As for the element of caricature in Porgy and Bess, what opera does not have caricatures? The vengeful dwarf in Rigoletto, the seductive gypsy in Carmen, the tubercular seamstress in La Boheme, the rascally but clever servant in The Marriage of Figaro. One could go on and on. The issue is: Do the inhabitants of Catfish Row transcend their “types” and express genuine humanity? The opera’s audiences all over the world have answered in the affirmative.

And what of the charge of “cultural appropriation?” Could there be a more banal, reactionary and anti-artistic concept? What is art, if not the interaction of multiple influences of many origins, conditioned by social and historical development and distilled in the creative imagination of the artist to produce works that have universal significance?

Should we denounce Shakespeare, a male, for inventing Ophelia? Should we reject Verdi for writing operas about Egyptians? Should we ban blacks from playing white characters? What about that racist Mark Twain who had the impertinence to create the escaped slave Jim?

The balkanization of art is the end of art.

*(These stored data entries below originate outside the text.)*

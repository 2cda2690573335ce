"""Which simulation method computes a row's noise figures, what it costs, and the row itself.

Methods (``METHODS``; see README "Simulation methods"):

* ``density-matrix``: exact (``toposcout.compiler.metrics.noise_figures``), 16 * 4**n bytes for
  n active qubits; refused past the memory budget.
* ``trajectories``: Monte Carlo wave function (``toposcout.compiler.trajectories``), every
  figure with a standard error; statevector up to 26 active qubits, matrix product state
  beyond (or when a statevector does not fit the memory budget); from 16 active qubits also
  when a 2-trajectory MPS pilot (bond cap 16) says matrix product states are cheaper (weakly
  entangled circuits such as chains: 0.005 s per 20-qubit trajectory against 0.3-0.5 s).
* ``clifford``: the stabilizer estimate of the Clifford twin (``toposcout.compiler.clifford``),
  any size; an *estimate* of the state fidelity, labelled so.
* ``auto``: density-matrix within the memory budget, else trajectories when the cost model
  (:func:`trajectory_cost`) says they finish within the time budget, else clifford. The row
  records ``method`` and ``method_reason`` (with the estimates that decided).

A row never loses what was computed: when the noise figures cannot be computed (memory,
time budget, a forced method that cannot do the row, a simulator failure) the compile figures
stay and ``noise_error`` says why and which method would work at what estimated cost.

The cost model (calibrated on this 2-core machine with benchmarks/bench_scale.py, one run;
order of magnitude only): a statevector trajectory takes ``ops * (SV_PER_OP + SV_PER_OP_AMP *
2**n)`` seconds (ops: instructions of the scheduled circuit, delays included); an MPS
trajectory's cost depends on the entanglement reached, so it is measured on a pilot of
:data:`MPS_PILOT` trajectories at bond cap :data:`MPS_PILOT_BOND` before the run (scaled by
(256/16)^3 when the pilot reaches its cap); trajectories needed for a standard error SE
are ``F (1 - F) / SE**2`` with F estimated by the ESP (a trajectory's fidelity is close to 1
or to 0, so its variance is about F (1 - F)).
"""

from __future__ import annotations

import math
import time
from dataclasses import dataclass
from typing import Any, Mapping

from toposcout.compiler.errors import CapacityError, ModelError, ToposcoutError
from toposcout.compiler.metrics import clique_indices, esp, marginal, noise_figures, threshold_two_qubit_error
from toposcout.compiler.noise import SOURCES, NoiseSwitches, Scheduled, operation_errors, schedule
from toposcout.compiler.profiles import DeviceProfile
from toposcout.compiler.simulate import default_memory_budget_bytes, estimate_memory_bytes, simulate_ideal
from toposcout.compiler import trajectories as T
from toposcout.compiler.parity import EXACT_RANK

__all__ = [
    "METHODS",
    "DEFAULT_TIME_BUDGET_SECONDS",
    "SV_PER_OP",
    "SV_PER_OP_AMP",
    "CLIFFORD_PER_SHOT_OP",
    "clifford_estimate_seconds",
    "check_method_options",
    "trajectories_needed",
    "trajectory_cost",
    "Plan",
    "plan_method",
    "budget_from_source_off",
    "budget_readout_from_run",
    "plan_noise_row",
    "method_noise_row",
]

METHODS = ("auto", "density-matrix", "trajectories", "clifford")
#: default wall time the noise figures of one row may take (``--time-budget``).
DEFAULT_TIME_BUDGET_SECONDS = 300.0
#: statevector trajectory cost per instruction: fixed part and part per amplitude (s);
#: measured 12/16/20-qubit chains: 0.0097 / 0.053 / 0.40 s per trajectory (155/207/258 ops).
SV_PER_OP = 5.7e-5
SV_PER_OP_AMP = 1.4e-9
#: clifford estimate per shot and instruction (s): 4096 shots of 258 / 525 ops in 0.028 / 0.054 s.
CLIFFORD_PER_SHOT_OP = 2.6e-8
#: the clifford estimate's default shot cap (toposcout.compiler.clifford.clifford_figures).
CLIFFORD_MAX_SHOTS = 2_000_000
#: building the twin and its detector error model, per instruction (s): 0.35 s for 3307 ops.
CLIFFORD_TWIN_PER_OP = 1.1e-4
#: one weighted stabilizer average per instruction (s): 3-4 s for the 64-variable examples'
#: 3307 / 3453 ops at a relative s.e. of 5 %.
CLIFFORD_WEIGHTED_PER_OP = 1.1e-3
#: trajectories of the MPS pilot that measures the per-trajectory cost, and its bond cap.
MPS_PILOT = 2
MPS_PILOT_BOND = 16
#: from this many active qubits a row that fits a statevector also gets an MPS pilot, and runs
#: as matrix product states when that is estimated cheaper (weakly entangled circuits).
MPS_PREFERRED_FROM_QUBITS = 16
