"""A small client of the toposcout REST API, for notebooks, scripts and ``compare --server``.

Two lines from a notebook::

    from toposcout.service.client import Client
    df = Client("http://127.0.0.1:8000").compare("examples/orchard-frost.json", ["line", "grid"])

Exceptions::

    toposcout.compiler.errors.ToposcoutError
     └── ToposcoutClientError     every failure of the client: an error answer of the server,
                                  a refused connection, a time-out, a model it cannot read

It carries the server's message (``.message``), the HTTP status (``.status``; None when no
answer came) and the JSON field the server named (``.field``).

The client takes an injected ``httpx.Client`` (``http=``), so tests can drive it against the
app in process (Starlette's TestClient is an httpx.Client) or against a real server.
"""

from __future__ import annotations

import io
import json
import time
from html import escape
from pathlib import Path
from typing import TYPE_CHECKING, Any, Mapping, Sequence

import httpx

from toposcout.compiler.errors import ToposcoutError

if TYPE_CHECKING:  # pragma: no cover
    import pandas as pd
    from matplotlib.figure import Figure
    from qiskit import QuantumCircuit

__all__ = ["Client", "StudyHandle", "ToposcoutClientError", "model_payload", "request_from_tasks", "API_ONLY_COLUMNS"]

#: columns the API adds to each ``run_task`` row.
API_ONLY_COLUMNS = ("task_index", "status", "cached")
_FINAL = ("done", "failed", "cancelled")


class ToposcoutClientError(ToposcoutError):
    """A request to the server failed; ``.message`` is the server's message (or why no answer came).

    A :class:`toposcout.compiler.errors.ToposcoutError`, so callers that handle toposcout's errors
    (the CLI does) handle this one too.
    """

    def __init__(self, message: str, *, status: int | None = None, field: str | None = None,
                 url: str | None = None):
        super().__init__(message, field=field)
        self._message = message
        self.status = status
        self.url = url

    @property
    def message(self) -> str:
        return self._message

    def __str__(self) -> str:
        return f"HTTP {self.status}: {self._message}" if self.status is not None else self._message
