def trajectory_figures(sched: Scheduled, profile: DeviceProfile, model, run: TrajectoryRun, *,
                       p_ideal: np.ndarray | None, p_cliques: Sequence[np.ndarray],
                       switches: NoiseSwitches = NoiseSwitches()) -> dict[str, Any]:
    """Row fields of one :class:`TrajectoryRun` (readout applied with ``switches``)."""
    mats = readout_matrices(sched, profile, switches)
    f, f_se = run.fidelity()
    out: dict[str, Any] = {
        "state_fidelity": min(max(f, 0.0), 1.0), "state_fidelity_se": _finite(f_se),
        "log10_state_fidelity": log10(f), "state_fidelity_scope": run.scope,
        "trajectories": run.n, "trajectory_method": run.method, "trajectory_seconds": round(run.seconds, 3),
        "trajectories_stop": run.stop,
        "distribution_trajectories": (int(run.distribution_counts.sum()) if run.dist_sums is not None and
                                      p_ideal is not None else None),
    }
    if run.method == "matrix_product_state":
        out.update(mps_max_bond_dimension=MPS_MAX_BOND, mps_truncation_threshold=MPS_TRUNCATION,
                   mps_bond_dimension_reached=run.bond_reached,
                   mps_truncated=bool(run.bond_reached is not None and run.bond_reached >= MPS_MAX_BOND))
    figs = {"hellinger_fidelity": hellinger_fidelity, "tvd": total_variation_distance,
            "kl_ideal_noisy": kl_divergence, "mmd": mmd}
    if run.dist_sums is not None and p_ideal is not None and run.distribution_counts.sum() > 1:
        for name, fn in figs.items():
            val, se, bias = jackknife(run.dist_sums, run.distribution_counts,
                                      lambda q, fn=fn: fn(p_ideal, apply_readout(q / q.sum(), mats)))
            out[name], out[f"{name}_se"], out[f"{name}_bias"] = _finite(val), _finite(se), _finite(bias)
    else:
        for name in figs:
            out[name] = out[f"{name}_se"] = out[f"{name}_bias"] = None
    fs, ses = [], []
    for c, sums, pc in zip(clique_indices(model), run.clique_sums, p_cliques):
        sub = [mats[v] for v in c]
        val, se, _bias = jackknife(sums, run.counts, lambda q: hellinger_fidelity(pc, apply_readout(q / q.sum(), sub)))
        fs.append(val)
        ses.append(se if math.isfinite(se) else 0.0)
    out.update(clique_figures(model, fs, ses))
    return out
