@dataclass(frozen=True)
class Limits:
    """Caps checked before any expensive work.

    max_variables: default 128; more variables are refused.
    max_clique_size: default 16; a larger clique without ``max_order`` is refused
        (its 2**k - 1 subsets would explode).
    max_terms: default 20000; the number of terms (before de-duplication) after
        ``max_order`` is applied.
    max_order: default 16; the largest ``max_order`` a model may set (the request's cap).
    max_cliques: default 4096; cliques of a JSON model, maximal cliques of a node-link graph.
    max_factors: default 4096; factors of a JSON model, functions of a UAI file.
    max_links: default 20000; links of a node-link graph.
    max_angle: default 1e6 rad; the largest |angle| in ``parameters`` (exp(-iθZ_S) has period
        2π, u(θ, φ, λ) period 2π in each angle up to a global phase; above 1e6 rad the reduction
        in double precision loses more than 1e-10 rad, and 1e308 overflows 2θ to infinity).
    max_clique_steps: default 200000; calls of the clique enumeration (a work budget).

    Every cap is checked as the input is read, before anything of its size is allocated.
    """

    max_variables: int = 128
    max_clique_size: int = 16
    max_terms: int = 20000
    max_order: int = 16
    max_cliques: int = 4096
    max_factors: int = 4096
    max_links: int = 20000
    max_angle: float = 1e6
    max_clique_steps: int = 200_000


@dataclass(frozen=True)
class Factor:
    """A positive potential over ``scope``; ``values`` little-endian over the scope."""

    scope: tuple[str, ...]
    values: tuple[float, ...]

    def to_dict(self) -> dict:
        return {"scope": list(self.scope), "values": list(self.values)}


@dataclass(frozen=True)
class Model:
    """A Markov network over binary variables.

    ``cliques`` are tuples of variable names in variable order; every variable is in
    at least one clique (an isolated variable is its own one-variable clique).
    ``parameters`` (optional) holds trained angles: ``{"terms": {"a,b": θ | [θ per layer]},
    "rotations": {"a": [θ, φ, λ] | [[θ, φ, λ] per layer]}}``.
    """

    name: str
    variables: tuple[str, ...]
    cliques: tuple[tuple[str, ...], ...]
    factors: tuple[Factor, ...] = ()
    parameters: Mapping[str, Any] | None = field(default=None, compare=True, hash=False)
    max_order: int | None = None

    @property
    def num_variables(self) -> int:
        return len(self.variables)

    def index(self, name: str) -> int:
        """The logical qubit of variable ``name``."""
        return self.variables.index(name)

    def edges(self) -> list[tuple[int, int]]:
        """Pairs of variables that share a clique (the model's interaction graph)."""
        pos = {v: i for i, v in enumerate(self.variables)}
        out = set()
        for c in self.cliques:
            for a, b in combinations(c, 2):
                out.add((min(pos[a], pos[b]), max(pos[a], pos[b])))
        return sorted(out)

    def to_dict(self) -> dict:
        """The model in our JSON format (normalised: what the cache key hashes)."""
        d: dict[str, Any] = {
            "name": self.name,
            "variables": list(self.variables),
            "cliques": [list(c) for c in self.cliques],
        }
        if self.factors:
            d["factors"] = [f.to_dict() for f in self.factors]
        if self.parameters:
            d["parameters"] = json.loads(json.dumps(self.parameters))
        if self.max_order is not None:
            d["max_order"] = self.max_order
        return d

    @classmethod
    def from_dict(cls, d: Mapping[str, Any], *, limits: Limits | None = None) -> "Model":
        return parse_model(dict(d), "json", limits=limits or Limits())
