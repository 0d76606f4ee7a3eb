"""Tests of sweepaudit.methods.surface (the parameter grid and the isolated-peak rule).

Internal consistency only: the rule is our own rule of thumb (see ``PeakShape``); it is checked
against a literal recomputation of its definition by a plain loop over the configurations, on a
lone high cell (isolated) and on a plateau (not isolated), and the grid against the table it
reshapes.
"""

from __future__ import annotations

import numpy as np
import pandas as pd
import pytest

from sweepaudit.methods.surface import isolated_peak, parameter_grid


def grid_parameters(fast=(1, 2, 3), slow=(10, 20, 30)):
    """The parameter table of a fast x slow grid, row-major over slow then fast."""
    rows = [{"fast": f, "slow": s} for s in slow for f in fast]
    names = [f"fast={r['fast']}, slow={r['slow']}" for r in rows]
    return pd.DataFrame(rows, index=pd.Index(names, name="configuration"))


def literal_peak(parameters, sharpes, selected, distribution):
    """The rule of PeakShape, recomputed by a plain loop over the configurations."""
    fast_levels, slow_levels = sorted(parameters["fast"].unique()), sorted(parameters["slow"].unique())
    me = parameters.iloc[selected]
    fi, si = fast_levels.index(me["fast"]), slow_levels.index(me["slow"])
    neighbours = []
    for j in range(len(parameters)):
        fj = fast_levels.index(parameters.iloc[j]["fast"])
        sj = slow_levels.index(parameters.iloc[j]["slow"])
        if abs(fj - fi) + abs(sj - si) == 1:
            neighbours.append(sharpes[j])
    mean = sum(neighbours) / len(neighbours)
    se = np.std(distribution, ddof=1)
    s = sharpes[selected]
    return mean, len(neighbours), se, bool(s > 0 and mean < 0.5 * s and mean < se)


@pytest.mark.parametrize(
    ("means", "expected"),
    [([0, 0, 0, 0, 0.35, 0, 0, 0, 0], True), ([0.1, 0.15, 0.1, 0.15, 0.35, 0.15, 0.1, 0.15, 0.1], False)],
    ids=["lone cell", "plateau"],
)
def test_isolated_peak_flags_a_lone_cell_and_not_a_plateau(means, expected):
    rng = np.random.default_rng(5)
    parameters = grid_parameters()
    sharpes = np.asarray(means) + rng.normal(0, 0.01, 9)
    distribution = rng.normal(sharpes[4], 0.06, 500)
    shape = isolated_peak(parameters, sharpes, selected=4, sharpe_distribution=distribution)
    mean, count, se, isolated = literal_peak(parameters, sharpes, 4, distribution)
    assert shape.neighbours == count == 4
    assert shape.neighbour_mean == pytest.approx(mean)
    assert shape.standard_error == pytest.approx(se)
    assert shape.gap_in_standard_errors == pytest.approx((sharpes[4] - mean) / se)
    assert shape.isolated is isolated is expected
    assert shape.neighbours_reach_half is bool(mean >= 0.5 * sharpes[4])
    assert shape.threshold == pytest.approx(min(0.5 * sharpes[4], se))


def test_corner_cell_has_two_neighbours_and_missing_cells_are_skipped():
    parameters = grid_parameters()
    sharpes = np.arange(9, dtype=float) / 10
    shape = isolated_peak(parameters, sharpes, selected=0, sharpe_distribution=np.linspace(-1, 1, 50))
    assert shape.neighbours == 2 and shape.neighbour_mean == pytest.approx((0.1 + 0.3) / 2)
    # Without the cells beside the corner it has no neighbour left: no shape.
    kept = [0, 2, 4, 5, 6, 7, 8]
    assert isolated_peak(parameters.iloc[kept], sharpes[kept], selected=0, sharpe_distribution=np.ones(5)) is None


def test_grid_lays_the_sharpe_ratios_out_by_parameter_value():
    parameters = grid_parameters().iloc[::-1]  # any row order
    sharpes = np.arange(9, dtype=float)[::-1].copy()
    grid = parameter_grid(parameters, sharpes, selected=0)
    assert (grid.x_parameter, grid.y_parameter) == ("fast", "slow")
    assert grid.x_values == (1, 2, 3) and grid.y_values == (10, 20, 30)
    np.testing.assert_array_equal(grid.sharpe, np.arange(9.0).reshape(3, 3))
    assert grid.selected_cell == (2, 2)  # the first row given is fast=3, slow=30


def test_no_grid_without_exactly_two_orderable_parameters():
    parameters = grid_parameters()
    sharpes = np.zeros(9)
    assert parameter_grid(parameters.iloc[:, :1], sharpes, selected=0) is None
    assert isolated_peak(parameters.iloc[:, :1], sharpes, selected=0, sharpe_distribution=np.ones(3)) is None
    assert parameter_grid(parameters.iloc[:1], sharpes[:1], selected=0) is None
    mixed = parameters.assign(fast=[1, "a", 3] * 3)
    assert parameter_grid(mixed, sharpes, selected=0) is None
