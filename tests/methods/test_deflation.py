"""Tests of sweepaudit.methods.deflation.

Verified against an outside reference:
- deflated_sharpe, expected_max_sharpe, max_trials_for_deflated_sharpe, deflated_by_trials: the
  numerical example of Bailey and Lopez de Prado (2014), values from memory (see METHODS.md);
- expected_max_standard_normal: normal order statistics tables (Harter 1961), the closed form
  1/sqrt(pi) for N = 2, and exact sampling of the maximum (max = Phi^-1(U^(1/N)));
- effective_trials: eigenvalues and average correlation against numpy (np.corrcoef +
  np.linalg.eigvalsh); the limiting cases stated by Nyholt (2004) and Li and Ji (2005)
  (perfect correlation -> 1, independence -> N); for k independent blocks of m identical columns,
  Li and Ji (2005) give k, and Nyholt (2004) and the average-correlation formula give N - m + 1
  (our derivation: eigenvalues m (k times) and 0, written out below);
- trial_sharpe_variance "null": the Mertens (2002) variance at SR = 0 with the PSR's n - 1.

Internal consistency only: the curve against deflated_sharpe called at each count; it falls as the
number of trials grows (theory: the expected maximum grows with N).
"""

from __future__ import annotations

import math

import numpy as np
import pytest
from scipy import stats

from sweepaudit.errors import DegenerateDataError, InputError
from sweepaudit.methods.deflation import (
    EULER_MASCHERONI,
    correlation_gram_block,
    deflated_by_trials,
    deflated_sharpe,
    effective_trials,
    effective_trials_from_gram,
    expected_max_sharpe,
    expected_max_standard_normal,
    li_ji_effective_trials,
    max_trials_for_deflated_sharpe,
    nyholt_effective_trials,
    trial_sharpe_variance,
    trials_from_average_correlation,
)
from sweepaudit.methods.sharpe import sharpe_standard_error

from .sweeps import PAPER, neighbour_sweep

Here is how Gershwin, who aspired to create a genuine American idiom, described his own development. In an article titled “Jazz is the Voice of the American Soul,” published in 1926, he wrote:

Old music and new music, forgotten melodies and the craze of the moment, bits of opera, Russian folk songs, Spanish ballads, chansons, ragtime ditties combined in a mighty chorus in my inner ear. And through and over it all I heard, faint at first, loud at last, the soul of this great America of ours.

And what is the voice of the American soul? It is jazz developed out of ragtime, jazz that is the plantation song improved and transformed into finer, bigger harmonies. …

I do not assert that the American soul is Negroid. But it is a combination that includes the wail, the whine, and the exultant note of the old “mammy” songs of the South. It is black and white. It is all colors and all souls unified in the great melting pot of the world. …

But to be true music it must repeat the thoughts and aspirations of the people and the time. My people are Americans. My time is today.